Start of Given information
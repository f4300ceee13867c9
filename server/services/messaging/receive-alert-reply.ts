import { and, desc, eq, gte, isNull, ne } from 'drizzle-orm'
import { escalations, inboundTexts, messageEvents, messages, people, roles } from '#server/db/schema/index'
import { notifyLive } from '#server/services/audit/notify-live'
import type { ServiceContext, SystemContext } from '#server/services/context'
import { answerEscalation, handOnEscalation } from '#server/services/escalation/answer-escalation'
import { origin } from '#server/services/messaging/patient-link'
import type { InboundText } from '#server/services/messaging/receive-text'
import { DomainError } from '#shared/domain/errors'
import { readAlertReply } from '#shared/domain/messaging/reply'
import type { Actor } from '#shared/domain/people/vocabulary'

type Escalation = typeof escalations.$inferSelect
interface Answered { escalation: Escalation | undefined, words: string }

const alertsWithinMs = 48 * 3_600_000
const answerUntilMs = 3_600_000

/**
 * A member of staff answers an alert by text. The number says who it is, and that person's own rights decide. HAVE acknowledges,
 * ON hands on, anything else is kept with the escalation; each is answered, so that nobody believes to have it who has not.
 * Answers false when the number is nobody's to whom an alert was sent lately.
 */
export async function receiveAlertReply(ctx: SystemContext, input: InboundText): Promise<boolean> {
  const who = await unscopedFindPerson(ctx, input.from)
  if (!who) return false
  const waiting = await alertsTo(ctx, who.actor.personId)
  if (!waiting.length) return false
  const [seen] = await ctx.db.select({ id: inboundTexts.id }).from(inboundTexts).where(eq(inboundTexts.providerId, input.providerId))
  if (seen) return true
  const reading = readAlertReply(input.body)
  // Acted on before it is kept: after a crash in between the provider's repeat finds the escalation as it should be.
  const { escalation, words } = await act({ ...ctx, actor: who.actor }, waiting, reading, input.body)
  const siteId = (escalation ?? waiting[0])?.siteId ?? null
  const answerId = await ctx.db.transaction(async (tx) => {
    const [kept] = await tx.insert(inboundTexts).values({ providerId: input.providerId, fromNumber: input.from.slice(0, 40), body: input.body.slice(0, 1600), meaning: reading.meaning, personId: who.actor.personId, siteId, receivedAt: ctx.now, handledAt: ctx.now, handledWords: words.slice(0, 300) }).onConflictDoNothing().returning({ id: inboundTexts.id })
    if (!kept) return undefined
    const [answer] = await tx.insert(messages).values({
      kind: 'alert.answer', recipientKey: `person:${who.actor.personId}`, subjectKey: `inbound:${kept.id}`, occasion: 'answer', channel: 'text', personId: who.actor.personId, escalationId: escalation?.id ?? null, siteId,
      toAddress: input.from, body: words, dueAt: ctx.now, expiresAt: new Date(ctx.now.getTime() + answerUntilMs), createdAt: ctx.now,
    }).returning({ id: messages.id })
    if (answer) await tx.insert(messageEvents).values({ messageId: answer.id, at: ctx.now, kind: 'queued' })
    return answer?.id
  })
  if (answerId) await notifyLive(ctx.db, 'escalation', siteId, escalation ? [escalation.id] : [])
  return true
}

/** Unscoped: the number is all that says who it is. One that two accounts share answers for nobody. */
async function unscopedFindPerson(ctx: SystemContext, from: string): Promise<{ actor: Actor } | undefined> {
  const rows = await ctx.db.select({ id: people.id, name: people.name, role: roles.role, siteId: roles.siteId, practiceId: roles.practiceId }).from(people)
    .leftJoin(roles, eq(roles.personId, people.id)).where(and(eq(people.phone, from), isNull(people.disabledAt)))
  const [first] = rows
  if (!first || rows.some(row => row.id !== first.id)) return undefined
  return { actor: { personId: first.id, name: first.name, roles: rows.flatMap(row => row.role ? [{ role: row.role, siteId: row.siteId, practiceId: row.practiceId }] : []) } }
}

/** Escalations this person was alerted to lately, newest alert first. */
async function alertsTo(ctx: SystemContext, personId: string): Promise<Escalation[]> {
  const rows = await ctx.db.select({ escalation: escalations, dueAt: messages.dueAt }).from(messages).innerJoin(escalations, eq(escalations.id, messages.escalationId))
    .where(and(eq(messages.personId, personId), ne(messages.kind, 'alert.answer'), ne(escalations.state, 'closed'), gte(messages.dueAt, new Date(ctx.now.getTime() - alertsWithinMs)))).orderBy(desc(messages.dueAt)).limit(60)
  return [...new Map(rows.map(row => [row.escalation.id, row.escalation])).values()]
}

async function act(ctx: ServiceContext, waiting: Escalation[], reading: ReturnType<typeof readAlertReply>, body: string): Promise<Answered> {
  const open = waiting.filter(each => each.state === 'open')
  const named = reading.number === undefined ? undefined : waiting.find(each => each.number === reading.number)
  if (reading.number !== undefined && !named) return { escalation: undefined, words: `Escalation ${reading.number} is none that you were told of. Open ${origin()}/escalations` }
  if (!named && open.length > 1 && reading.meaning !== 'words') return { escalation: undefined, words: `${open.length} wait for you. Reply ${open.slice(0, 3).map(each => `HAVE ${each.number}`).join(' or ')}.` }
  const escalation = named ?? open[0] ?? waiting[0]
  if (!escalation) return { escalation, words: `Nothing waits for you. ${origin()}/escalations` }
  try {
    return { escalation, words: await answer(ctx, escalation, reading.meaning, body) }
  }
  catch (error) {
    if (!(error instanceof DomainError)) throw error
    return { escalation, words: await whyNot(ctx, escalation, error) }
  }
}

async function answer(ctx: ServiceContext, { id, number, rowVersion }: Escalation, meaning: 'have' | 'hand-on' | 'words', body: string): Promise<string> {
  if (meaning === 'hand-on') {
    await handOnEscalation(ctx, { id })
    return `Escalation ${number}: the next person on call is told now.`
  }
  if (meaning === 'have') {
    await answerEscalation(ctx, { id, answer: 'acknowledge', words: 'Acknowledged by text.', rowVersion })
    return `Escalation ${number} is yours. When it is done, say what was done: ${origin()}/escalations`
  }
  await answerEscalation(ctx, { id, answer: 'record', words: `By text: ${body.trim().slice(0, 400)}`, rowVersion })
  return `Kept with escalation ${number}. It still needs an answer: reply HAVE, or open ${origin()}/escalations`
}

/** Why an answer did not count, in words for the person who believed it did. */
async function whyNot(ctx: ServiceContext, { id, number }: Escalation, error: DomainError): Promise<string> {
  const [now] = await ctx.db.select({ by: escalations.acknowledgedBy, name: people.name }).from(escalations).leftJoin(people, eq(people.id, escalations.acknowledgedBy)).where(eq(escalations.id, id))
  if (now?.by === ctx.actor.personId) return `Escalation ${number} is yours. When it is done, say what was done: ${origin()}/escalations`
  if (now?.name) return `Escalation ${number}: ${now.name} has it.`
  return `Escalation ${number} was not answered: ${error.message} Open ${origin()}/escalations`
}
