import { eq } from 'drizzle-orm'
import type { Transaction } from '#server/db/client'
import { messageEvents, messages, patients, sites } from '#server/db/schema/index'

type Row = typeof messages.$inferSelect

/**
 * A patient's text that reached nobody leaves once more by e-mail, if there is an address and it is not too late. Otherwise the
 * failed row stays on the nurse's list: somebody rings. An alert to staff needs none: both ways were taken at once.
 */
export async function fallBackToEmail(tx: Transaction, row: Row, now: Date): Promise<void> {
  if (row.channel !== 'text' || !row.patientId || row.expiresAt <= now) return
  const [found] = await tx.select({ patient: patients, site: sites }).from(patients).innerJoin(sites, eq(sites.id, row.siteId ?? patients.siteId)).where(eq(patients.id, row.patientId))
  if (!found?.patient.email || found.patient.messageConsent !== true || found.patient.diedOn) return
  const [email] = await tx.insert(messages).values({
    kind: row.kind, recipientKey: row.recipientKey, subjectKey: row.subjectKey, occasion: row.occasion, channel: 'email', patientId: row.patientId, pathwayId: row.pathwayId, visitId: row.visitId, siteId: row.siteId,
    toAddress: found.patient.email, subject: `A message from ${found.site.name}`, body: row.body, language: row.language, calendar: row.calendar, dueAt: now, expiresAt: row.expiresAt, createdAt: now,
  }).onConflictDoNothing().returning({ id: messages.id })
  if (!email) return
  await tx.insert(messageEvents).values([
    { messageId: email.id, at: now, kind: 'queued', detail: { instead: row.id } },
    { messageId: row.id, at: now, kind: 'fell-back', detail: { email: email.id } },
  ])
}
End of Given information
To do
Repeat the entries above verbatim, but only from the line that has "return [...new Map(rows.map(row" down to the line that has "if (reading.number !== undefined", inclusive.

Task output
  return [...new Map(rows.map(row => [row.escalation.id, row.escalation])).values()]
}

async function act(ctx: ServiceContext, waiting: Escalation[], reading: ReturnType<typeof readAlertReply>, body: string): Promise<Answered> {
  const open = waiting.filter(each => each.state === 'open')
  const named = reading.number === undefined ? undefined : waiting.find(each => each.number === reading.number)
  if (reading.number !== undefined && !named) return { escalation: undefined, words: `Escalation ${reading.number} is none that you were told of. Open ${origin()}/escalations` }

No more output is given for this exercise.